Перейти на страницу:

На девятом ударе кожа лопнула, и густой цевкой брызнула кровь. Когда плеть попадала на прорубцованные места, Андрей стукался лбом о половицу, круто выгибал спину и, сотрясаясь плечами, хрипло выдыхал.

— Отставить! — скомандовал есаул. — Ведите в амбар!

Андрей, молча, тяжело поднялся, застегнул штаны и, ни на кого не глядя, покачнулся в дверь.

К столу подтолкнули полуживого Степана Ильича. Есаул брезгливо взглянул на него, передернул тоненькими, как мышиный хвостик, бровями и, морщась, отвернулся к окну.

— Двадцать пять горячих! — процедил он.

Под лязганье плетки есаул смотрел в окно, щурил короткие ресницы, радовался хорошей погоде и яркому солнцу. На дворе было тихо, безоблачно. На ветках акаций в палисаднике весело чирикали воробьи; за окнами перепархивали ручные голуби, хлопали по стеклу крыльями. За ними с палками гонялись ребятишки. Длинными шестами они совали за наличники окон, вышвыривали гнезда. Голуби злобно бормотали, шарахались с гнезд и, свистя крыльями, перескакивали с одного наличника на другой.

Есаул распахнул окно:

— Я вам, дьяволята, погоняю! — и погрозился сухим, с длинным ногтем, пальцем. — Разве можно обижать голубей.

Ребята заулюлюкали, кто куда сыпанули от окон, а есаул, сладко улыбаясь, подморгнул молодой казачке. Та пырскнула и уткнулась в плечо подруги.

Вахмистр опустил мокрую плеть, вытер разомлевшее лицо платочком:

— Господин есаул, куда прикажете?

— В амбар! — не отрываясь от окна, отчеканил есаул. Играя бровями, он смотрел, как подруги указывают на него рукой, перешептываются.
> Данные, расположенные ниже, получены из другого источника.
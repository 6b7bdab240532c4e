"""Redundancy penalties, updated incrementally as features are chosen.

A penalty measures how much a candidate column repeats the columns already chosen.
It is built from a pairwise **similarity** (absolute Pearson correlation, or plug-in
mutual information) and an **aggregate** over the chosen set (maximum or mean).

:class:`RunningRedundancy` keeps, for every candidate, the running sum and the
running maximum of its similarity to the chosen columns. Adding a feature costs one
similarity column (O(n p) arithmetic for n rows, p candidates) and an O(p) update;
nothing is recomputed from scratch.

Built-in penalties (name usable from YAML as ``redundancy: ...``):

``max_abs_corr``
    Largest ``|corr(x_j, x_s)|`` over chosen ``s``.
``mean_abs_corr``
    Mean ``|corr(x_j, x_s)|`` over chosen ``s`` (the FCD / FCQ redundancy of Peng,
    Long & Ding 2005).
``mutual_info``
    Mean plug-in mutual information ``I(x_j; x_s)`` in nats over chosen ``s`` (the
    mRMR redundancy of Peng, Long & Ding 2005). Columns are discretised as in
    :func:`featuresift.filters._common.discretize_column` (integer columns with few
    levels as they are, others in ``n_bins`` quantile bins).

How the penalty combines with relevance (difference "MID" or quotient "MIQ" form)
is decided by :func:`featuresift.filters.greedy.budgeted_greedy`.

Missing values
--------------
Correlation penalties fill a missing value with its column mean after
standardising (the row then adds nothing to that pair's covariance): an
approximation that keeps each update a single matrix-vector product. Mutual
information treats "missing" as one more level of the column.

Reference
---------
H. Peng, F. Long, C. Ding (2005), "Feature selection based on mutual information:
criteria of max-dependency, max-relevance, and min-redundancy", IEEE TPAMI 27(8).
"""

from __future__ import annotations

from abc import ABC, abstractmethod
from typing import Any, ClassVar

import numpy as np

from featuresift.errors import InputError
from featuresift.filters._common import (
    DEFAULT_MAX_LEVELS,
    check_positive_int,
    discretize_matrix,
    joint_tables,
    plugin_mi_tables,
)

__all__ = [
    "BasePenalty",
    "AbsCorrelationPenalty",
    "MutualInfoPenalty",
    "RunningRedundancy",
    "REDUNDANCY_PENALTIES",
    "make_penalty",
    "standardize_columns",
    "abs_correlation_matrix",
]


def standardize_columns(X: np.ndarray) -> np.ndarray:
    """Columns centred and scaled to unit root-mean-square; NaN -> 0; constant -> 0.

    With ``Z`` from this function, ``Z.T @ Z / n`` is the correlation matrix of
    complete data.

    Examples
    --------
    The missing value becomes 0 and the constant middle column is all zeros:

    >>> Z = standardize_columns(np.array([[1.0, 5.0, 2.0], [3.0, 5.0, np.nan], [5.0, 5.0, 4.0]]))
    >>> Z.round(4).tolist()
    [[-1.2247, 0.0, -1.2247], [0.0, 0.0, 0.0], [1.2247, 0.0, 1.2247]]
    """
    X = np.asarray(X, dtype=float)
    with np.errstate(invalid="ignore"):
        mean = np.nanmean(X, axis=0) if np.isnan(X).any() else X.mean(axis=0)
    Z = X - mean
    # Column blocks keep the temporaries (NaN mask, squares) small: only Z is as big as X.
    n, p = Z.shape
    step = max(1, (1 << 20) // max(1, n))
    scale = np.empty(p)
    for lo in range(0, p, step):
        part = Z[:, lo:lo + step]
        part[np.isnan(part)] = 0.0
        scale[lo:lo + step] = np.sqrt((part**2).mean(axis=0))
    ok = scale > 0
    Z /= np.where(ok, scale, 1.0)
    Z[:, ~ok] = 0.0
    return Z


def abs_correlation_matrix(X: np.ndarray) -> np.ndarray:
    """Absolute Pearson correlation matrix of the columns (diagonal 1, constants 0).

    Examples
    --------
    >>> abs_correlation_matrix(np.array([[1., 2.], [2., 4.1], [3., 5.9]])).round(3).tolist()
    [[1.0, 0.999], [0.999, 1.0]]
    """
    Z = standardize_columns(X)
    C = np.abs(Z.T @ Z) / Z.shape[0]
    np.clip(C, 0.0, 1.0, out=C)
    np.fill_diagonal(C, 1.0)
    return C


class BasePenalty(ABC):
    """A pairwise similarity between columns plus an aggregate over the chosen set.

    Subclasses implement :meth:`prepare` (precompute per-column data from ``X``) and
    :meth:`similarity` (similarity of every column to one column).

    Attributes
    ----------
    aggregate : {"max", "mean"}
        How similarities to the chosen columns combine.

    Examples
    --------
    A penalty counting how often two columns share a sign:

    >>> class SameSign(BasePenalty):
    ...     name = "same-sign-doc-example"
    ...     def prepare(self, X):
    ...         self._S = np.sign(X)
    ...         return self
    ...     def similarity(self, j):
    ...         return (self._S == self._S[:, [j]]).mean(axis=0)
    >>> X = np.array([[1.0, -2.0, 3.0], [-1.0, -1.0, 2.0], [2.0, 1.0, 1.0], [1.0, 2.0, -1.0]])
    >>> SameSign("max").prepare(X).similarity(0).tolist()
    [1.0, 0.75, 0.5]
    """

    name: ClassVar[str] = ""

    def __init__(self, aggregate: str = "mean") -> None:
        if aggregate not in ("max", "mean"):
            raise InputError(f"redundancy aggregate must be 'max' or 'mean', got {aggregate!r}")
        self.aggregate = aggregate

    @abstractmethod
    def prepare(self, X: np.ndarray) -> BasePenalty:
        """Precompute from the data (called once); returns self."""

    @abstractmethod
    def similarity(self, j: int) -> np.ndarray:
        """Similarity (>= 0) of every column to column ``j``, shape (n_features,)."""


class AbsCorrelationPenalty(BasePenalty):
    """Absolute Pearson correlation with the chosen columns (max or mean).

    Examples
    --------
    >>> X = np.array([[1., 0., 5.], [2., 1., 3.], [3., 0., 4.], [4., 1., 1.]])
    >>> pen = AbsCorrelationPenalty("max").prepare(X)
    >>> pen.similarity(0).round(3).tolist()
    [1.0, 0.447, 0.832]
    """

    name = "abs_corr"

    def prepare(self, X: np.ndarray) -> AbsCorrelationPenalty:
        self._Z = standardize_columns(X)
        return self

    def similarity(self, j: int) -> np.ndarray:
        Z = self._Z
        s = np.abs(Z.T @ Z[:, j]) / Z.shape[0]
        return np.minimum(s, 1.0)


class MutualInfoPenalty(BasePenalty):
    """Plug-in mutual information (nats) with the chosen columns (mean: mRMR).

    Parameters
    ----------
    aggregate : {"mean", "max"}, default="mean"
    n_bins : int, default=5
        Quantile bins for continuous columns.
    max_levels : int, default=10
        Integer columns with at most this many levels are used as they are.

    Examples
    --------
    >>> X = np.array([[0, 0, 1], [0, 0, 0], [1, 1, 1], [1, 1, 0]], dtype=float)
    >>> MutualInfoPenalty().prepare(X).similarity(0).round(6).tolist()
    [0.693147, 0.693147, 0.0]
    """

    name = "mutual_info"

    def __init__(self, aggregate: str = "mean", n_bins: int = 5,
                 max_levels: int = DEFAULT_MAX_LEVELS) -> None:
        super().__init__(aggregate)
        self.n_bins = check_positive_int(n_bins, "n_bins", 2)
        self.max_levels = check_positive_int(max_levels, "max_levels", 1)

    # Level-indicator matrices larger than this (bytes) fall back to counting with bincount.
    _INDICATOR_LIMIT = 1 << 30

    def prepare(self, X: np.ndarray) -> MutualInfoPenalty:
        codes = discretize_matrix(np.asarray(X, dtype=float), self.n_bins, self.max_levels)
        # "missing" is one more level of its column
        top = codes.max(axis=0, initial=-1)
        codes = np.where(codes < 0, top + 1, codes)
        self._codes = codes
        self._levels = codes.max(axis=0, initial=0) + 1
        n, p = codes.shape
        n_lev = int(self._levels.max(initial=1))
        self._indicators = None
        if n < 2**24 and n * p * n_lev * 4 <= self._INDICATOR_LIMIT:
            # (n, L * p) float32 indicators: a column's tables against every other
            # column are then one matrix product (counts are exact below 2**24 rows).
            ind = np.zeros((n, n_lev, p), dtype=np.float32)
            rows = np.arange(n)[:, None]
            ind[rows, codes, np.arange(p)[None, :]] = 1.0
            self._indicators = ind.reshape(n, n_lev * p)
            self._n_lev = n_lev
        return self

    def similarity(self, j: int) -> np.ndarray:
        target = self._codes[:, j]
        k = int(self._levels[j])
        if self._indicators is None:
            tables = joint_tables(self._codes, target, k)
        else:
            onehot = np.zeros((target.size, k), dtype=np.float32)
            onehot[np.arange(target.size), target] = 1.0
            p = self._codes.shape[1]
            prod = self._indicators.T @ onehot  # (L * p, k)
            tables = prod.reshape(self._n_lev, p, k).transpose(1, 0, 2).astype(float)
        return plugin_mi_tables(tables)


REDUNDANCY_PENALTIES: dict[str, tuple[type[BasePenalty], dict]] = {
    "max_abs_corr": (AbsCorrelationPenalty, {"aggregate": "max"}),
    "mean_abs_corr": (AbsCorrelationPenalty, {"aggregate": "mean"}),
    "mutual_info": (MutualInfoPenalty, {"aggregate": "mean"}),
}
"""Named penalties: name -> (class, default options)."""


def make_penalty(spec: str | dict | BasePenalty) -> BasePenalty:
    """A penalty from a name, a ``{"name": ..., **options}`` mapping or an instance.

    Examples
    --------
    >>> make_penalty("max_abs_corr").aggregate
    'max'
    >>> make_penalty({"name": "mutual_info", "n_bins": 3}).n_bins
    3
    """
    if isinstance(spec, BasePenalty):
        return spec
    opts: dict[str, Any] = {}
    if isinstance(spec, dict):
        opts = dict(spec)
        spec = opts.pop("name", None)
    if spec not in REDUNDANCY_PENALTIES:
        raise InputError(f"unknown redundancy penalty {spec!r}; known: "
                         f"{', '.join(sorted(REDUNDANCY_PENALTIES))}", key="redundancy")
    cls, defaults = REDUNDANCY_PENALTIES[spec]
    try:
        return cls(**{**defaults, **opts})
    except TypeError as exc:
        raise InputError(f"redundancy penalty '{spec}': {exc}", key="redundancy") from None


class RunningRedundancy:
    """Per-candidate redundancy with the chosen set, updated one addition at a time.

    Parameters
    ----------
    penalty : BasePenalty
        A prepared penalty (``penalty.prepare(X)`` already called).
    n_features : int
    cache : dict, optional
        Shared ``{column: similarity vector}`` store, so that several greedy runs on the
        same data compute each similarity column once.

    Examples
    --------
    >>> X = np.array([[1., 1., 0.], [2., 2., 1.], [3., 3.5, 0.], [4., 4., 1.]])
    >>> run = RunningRedundancy(AbsCorrelationPenalty("max").prepare(X), 3)
    >>> run.values().tolist()
    [0.0, 0.0, 0.0]
    >>> run.add(0)
    >>> run.values().round(3).tolist()
    [1.0, 0.984, 0.447]
    """

    def __init__(self, penalty: BasePenalty, n_features: int,
                 cache: dict[int, np.ndarray] | None = None) -> None:
        self.penalty = penalty
        self.total = np.zeros(n_features)
        self.largest = np.zeros(n_features)
        self.count = 0
        self.cache = {} if cache is None else cache

    def add(self, j: int) -> None:
        """Account for column ``j`` joining the chosen set (O(p) update)."""
        s = self.cache.get(j)
        if s is None:
            s = self.penalty.similarity(j)
            self.cache[j] = s
        self.total += s
        np.maximum(self.largest, s, out=self.largest)
        self.count += 1

    def values(self) -> np.ndarray:
        """Current redundancy of every column (0 before anything is chosen)."""
        if self.count == 0:
            return np.zeros_like(self.total)
        if self.penalty.aggregate == "max":
            return self.largest.copy()
        return self.total / self.count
— Он не встает, господин еса…

— Тащите домой! — сердито оборвал тот.

Коваль заканчивал работу — оставалось отделать три пики, — когда в кузню зашли два вооруженных, при шашках и револьверах, урядника. Один из них — еще совсем безусый, с бледным прыщеватым лицом — одет был во все военное, только на фуражке вместо кокарды рогатился герб мужской прогимназии. Делая свое безо времени состарившееся лицо не по чину строгим, он водил по кузне близорукими глазами, вынюхивал что-то. Другой — румяный и осанистый, с короткими, не закрывающими рот губами — кивком головы поманил полицейского и вместе с ним вышел за двери.
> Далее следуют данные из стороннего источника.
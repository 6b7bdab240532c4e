"""Filters: cheap, model-free scoring and selection that scale to thousands of candidates.

Relevance scorers, redundancy penalties, a budgeted greedy (mRMR-style) selection,
a pre-screen for wide data, a cost-weighted L1 path, a per-feature report and a
redundancy-penalised wrapper objective.

Leakage
-------
A filter that looks at ``y`` and then feeds a wrapper search makes the wrapper's
cross-validated score optimistic if it was computed on all rows (Ambroise &
McLachlan 2002). The wrapper's internal score is already a search heuristic, not a
performance estimate; to report an honest estimate, rerun *screen + search* on each
outer training fold (nested CV), or put the screen inside the model with
:class:`~featuresift.filters.prescreen.ScreenedEstimator`, which screens inside
``fit`` and therefore only ever sees training rows. The redundancy objective uses
``X`` only (never ``y``), so computing its correlation matrix on all rows leaks no
label information.

Importing this package registers the ``redundancy_penalized`` objective, the
``l1_order`` relevance scorer (the ``filter-order`` strategy is registered with the
other strategies).
"""

from featuresift.filters.greedy import FilterSelection, FilterStep, budgeted_greedy, mrmr
from featuresift.filters.l1path import L1Path, cost_weighted_l1_path, l1_order
from featuresift.filters.objective import RedundancyPenalizedObjective
from featuresift.filters.prescreen import (
    ScreenedEstimator,
    ScreenResult,
    benjamini_hochberg,
    prescreen,
    screened_search,
)
from featuresift.filters.redundancy import (
    REDUNDANCY_PENALTIES,
    AbsCorrelationPenalty,
    BasePenalty,
    MutualInfoPenalty,
    RunningRedundancy,
    abs_correlation_matrix,
    make_penalty,
)
from featuresift.filters.relevance import (
    RELEVANCE_SCORERS,
    Relevance,
    anova_f,
    chi_square,
    mutual_info,
    pearson,
    permutation_relevance,
    plugin_mutual_info,
    register_relevance,
    relevance_scores,
    spearman,
)
from featuresift.filters.report import feature_report, write_feature_report
from featuresift.filters.strategy import FilterOrderSearch

__all__ = [
    "L1Path",
    "cost_weighted_l1_path",
    "l1_order",
    "RedundancyPenalizedObjective",
    "ScreenedEstimator",
    "ScreenResult",
    "benjamini_hochberg",
    "prescreen",
    "screened_search",
    "feature_report",
    "write_feature_report",
    "FilterOrderSearch",
    "FilterSelection",
    "FilterStep",
    "budgeted_greedy",
    "mrmr",
    "REDUNDANCY_PENALTIES",
    "AbsCorrelationPenalty",
    "BasePenalty",
    "MutualInfoPenalty",
    "RunningRedundancy",
    "abs_correlation_matrix",
    "make_penalty",
    "RELEVANCE_SCORERS",
    "Relevance",
    "anova_f",
    "chi_square",
    "mutual_info",
    "pearson",
    "permutation_relevance",
    "plugin_mutual_info",
    "register_relevance",
    "relevance_scores",
    "spearman",
]
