"""Hand a filter's order to a wrapper: the ``filter-order`` strategy.

The strategy lives in :mod:`featuresift.strategies.filter_order` (registered with the
other strategies, so it is known without importing :mod:`featuresift.filters`); this
module keeps its old import path.
"""

from featuresift.strategies.filter_order import FilterOrderSearch

__all__ = ["FilterOrderSearch"]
Коваль с наружным спокойствием копался у горна, совал в него железкой, но она вываливалась у него из рук.

В кузню вернулся один румяный (полицейский ушел), пощупал рукой кобуру и подошел к наковальне:

— Через сколько времени ты сделаешь?

Коваль взглянул в его тупое, безразличное лицо с узенькими глазками.
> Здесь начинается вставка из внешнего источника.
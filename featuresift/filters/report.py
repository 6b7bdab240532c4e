"""Per-feature report: relevance, p-value and q-value, cost, relevance per cost, partner.

:func:`feature_report` takes what a parsed configuration holds (a DataFrame ``X``, the
target, the :class:`~featuresift.costs.CostModel` and the task type) and returns one
row per candidate measurement; :func:`write_feature_report` saves it as CSV.

Beside each raw p-value stands its Benjamini-Hochberg q-value (adjusted over every
candidate with a p-value): a p-value of 0.01 among 30 candidates is weak evidence on its
own, while ``q <= 0.05`` keeps the expected share of false discoveries among the
measurements so flagged at 5 % (Benjamini & Hochberg 1995).

The partner of a feature is the other column with the largest absolute Pearson
correlation (computed in column blocks, so thousands of columns need only
O(p * block) memory; missing values handled as in
:mod:`featuresift.filters.redundancy`).
"""

from __future__ import annotations

import os
from pathlib import Path
from typing import Any

import numpy as np

from featuresift._compat import renamed_keywords
from featuresift.errors import InputError
from featuresift.filters._common import check_xy, per_cost, resolve_cost_model, unit_costs
from featuresift.filters.prescreen import benjamini_hochberg
from featuresift.filters.redundancy import standardize_columns
from featuresift.filters.relevance import categorical_columns, relevance_scores
from featuresift.outputs import RunFolder, write_files

__all__ = ["feature_report", "write_feature_report", "REPORT_COLUMNS", "redundancy_partners"]

REPORT_COLUMNS = (
    "feature", "panel", "relevance", "p_value", "q_value", "cost", "cost_unit",
    "relevance_per_cost", "rank", "partner", "partner_abs_corr",
)
"""Columns of the report, in order."""


def redundancy_partners(X: np.ndarray, block: int = 512) -> tuple[np.ndarray, np.ndarray]:
    """For each column, the other column most correlated with it and ``|corr|``.

    Returns ``(partner_index, abs_corr)``; a single column gets partner -1 and 0.

    Examples
    --------
    >>> X = np.array([[1., 2., 0.], [2., 4.2, 1.], [3., 5.9, 0.], [4., 8., 1.]])
    >>> idx, r = redundancy_partners(X)
    >>> idx.tolist()
    [1, 0, 1]
    """
    Z = standardize_columns(X)
    n, p = Z.shape
    partner = np.full(p, -1, dtype=np.intp)
    best = np.zeros(p)
    if p < 2:
        return partner, best
    for lo in range(0, p, block):
        hi = min(lo + block, p)
        C = np.abs(Z.T @ Z[:, lo:hi]) / n  # (p, hi - lo)
        C[np.arange(lo, hi), np.arange(hi - lo)] = -1.0
        partner[lo:hi] = C.argmax(axis=0)
        best[lo:hi] = np.minimum(C.max(axis=0), 1.0)
    return partner, best


@renamed_keywords(cost_model="costs")
def feature_report(
    X: Any,
    y: Any,
    costs: Any = None,
    relevance: Any = "anova_f",
    task: str | None = None,
    *,
    relevance_options: dict | None = None,
    cost_basis: str = "standalone",
    sort: bool = True,
):
    """One row per candidate: how relevant, how costly, and what it duplicates.

    Parameters
    ----------
    X : DataFrame or array-like of shape (n_samples, n_features)
    y : array-like of shape (n_samples,)
    costs : CostModel or mapping, optional
        Default: every feature costs 1.
    relevance : str, dict or callable, default="anova_f"
        Relevance scorer (see :mod:`featuresift.filters.relevance`); use a regression
        scorer ("pearson", "spearman", "mutual_info") for a numeric target.
    task : {"classification", "regression"}, optional
        Inferred from ``y`` when not given.
    relevance_options : dict, optional
    cost_basis : {"standalone", "shared"}, default="standalone"
        A panel member's cost is its panel's price, or its share of it.
    sort : bool, default=True
        Sort rows by relevance (best first); otherwise keep column order.

    Returns
    -------
    pandas.DataFrame
        Columns :data:`REPORT_COLUMNS`. ``q_value`` is the Benjamini-Hochberg adjusted
        p-value over all candidates (empty when the scorer gives no p-values); ``rank``
        is 1 for the most relevant feature;
        ``relevance_per_cost`` is ``inf`` for free features with positive relevance.
        ``frame.attrs`` holds the scorer name, task and cost unit.

    Examples
    --------
    >>> from sklearn.datasets import load_iris
    >>> X, y = load_iris(return_X_y=True, as_frame=True)
    >>> rep = feature_report(X, y)
    >>> rep["feature"].iloc[0], rep["partner"].iloc[0]
    ('petal length (cm)', 'petal width (cm)')
    """
    Xa, ya, names = check_xy(X, y)
    cm = resolve_cost_model(costs, names)
    names = list(cm.feature_names)
    rel = relevance_scores(Xa, ya, relevance, task=task, categorical=categorical_columns(X),
                           **(relevance_options or {}))
    costs = unit_costs(cm, cost_basis)
    partner, r = redundancy_partners(Xa)
    p = Xa.shape[1]
    order = np.lexsort((np.arange(p), -rel.scores))
    rank = np.empty(p, dtype=int)
    rank[order] = np.arange(1, p + 1)
    import pandas as pd

    pvalues = rel.pvalues if rel.pvalues is not None else np.full(p, np.nan)
    frame = pd.DataFrame({
        "feature": names,
        "panel": [cm.panel_of(n) or "" for n in names],
        "relevance": rel.scores,
        "p_value": pvalues,
        "q_value": benjamini_hochberg(pvalues),
        "cost": costs,
        "cost_unit": cm.unit,
        "relevance_per_cost": per_cost(rel.scores, costs),
        "rank": rank,
        "partner": [names[k] if k >= 0 else "" for k in partner],
        "partner_abs_corr": r,
    }, columns=list(REPORT_COLUMNS))
    if sort:
        frame = frame.iloc[order].reset_index(drop=True)
    frame.attrs.update({"relevance": rel.scorer, "task": rel.task, "cost_unit": cm.unit,
                        "cost_basis": cost_basis})
    return frame


def write_feature_report(frame: Any, path: str | os.PathLike | RunFolder) -> Path:
    """Write a report from :func:`feature_report` to CSV (written atomically).

    ``path`` is the CSV file, or a :class:`~featuresift.outputs.RunFolder` (which gets
    ``features.csv``); symbolic links are refused (:func:`featuresift.outputs.write_files`).

    Floats are written with full precision; empty cells mean "none" (no p-value, no
    panel, no partner).

    Examples
    --------
    >>> import tempfile, pandas as pd
    >>> from sklearn.datasets import load_iris
    >>> X, y = load_iris(return_X_y=True, as_frame=True)
    >>> with tempfile.TemporaryDirectory() as d:
    ...     out = write_feature_report(feature_report(X, y), Path(d) / "features.csv")
    ...     pd.read_csv(out).shape
    (4, 11)
    """
    missing = [c for c in REPORT_COLUMNS if c not in getattr(frame, "columns", [])]
    if missing:
        raise InputError(f"not a feature report: missing column(s) {', '.join(missing)}")
    text = frame.to_csv(index=False, float_format="%.17g")
    if isinstance(path, RunFolder):
        return path.write_files({"features.csv": text})[0]
    out = Path(path)
    return write_files(out.parent, {out.name: text})[0]
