"""Filters: cheap, model-free scoring and selection that scale to thousands of candidates.

Relevance scorers, redundancy penalties, a budgeted greedy (mRMR-style) selection,
a pre-screen for wide data, a cost-weighted L1 path, a per-feature report and a
redundancy-penalised wrapper objective.

Leakage
-------
A filter that looks at ``y`` and then feeds a wrapper search makes the wrapper's
cross-validated score optimistic if it was computed on all rows (Ambroise &
McLachlan 2002). The wrapper's internal score is already a search heuristic, not a
performance estimate; to report an honest estimate, rerun *screen + search* on each
outer training fold (nested CV), or put the screen inside the model with
:class:`~featuresift.filters.prescreen.ScreenedEstimator`, which screens inside
``fit`` and therefore only ever sees training rows. The redundancy objective uses
``X`` only (never ``y``), so computing its correlation matrix on all rows leaks no
label information.
"""

from featuresift.filters.greedy import FilterSelection, FilterStep, budgeted_greedy, mrmr
from featuresift.filters.redundancy import (
    REDUNDANCY_PENALTIES,
    AbsCorrelationPenalty,
    BasePenalty,
    MutualInfoPenalty,
    RunningRedundancy,
    abs_correlation_matrix,
    make_penalty,
)
from featuresift.filters.relevance import (
    RELEVANCE_SCORERS,
    Relevance,
    anova_f,
    chi_square,
    mutual_info,
    pearson,
    permutation_relevance,
    plugin_mutual_info,
    register_relevance,
    relevance_scores,
    spearman,
)

__all__ = [
    "FilterSelection",
    "FilterStep",
    "budgeted_greedy",
    "mrmr",
    "REDUNDANCY_PENALTIES",
    "AbsCorrelationPenalty",
    "BasePenalty",
    "MutualInfoPenalty",
    "RunningRedundancy",
    "abs_correlation_matrix",
    "make_penalty",
    "RELEVANCE_SCORERS",
    "Relevance",
    "anova_f",
    "chi_square",
    "mutual_info",
    "pearson",
    "permutation_relevance",
    "plugin_mutual_info",
    "register_relevance",
    "relevance_scores",
    "spearman",
]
— Нынче небось сделаем как-нибудь.

— Ну ладно, делай, мы подождем. — Румяный прошел к точильному станку и, облокотясь, вынул из кармана портсигар.

Коваль достал из горна очередную пику, положил на наковальню, стукнул несколько раз, но молоток не подчинялся руке: ударял не туда, куда метил глаз.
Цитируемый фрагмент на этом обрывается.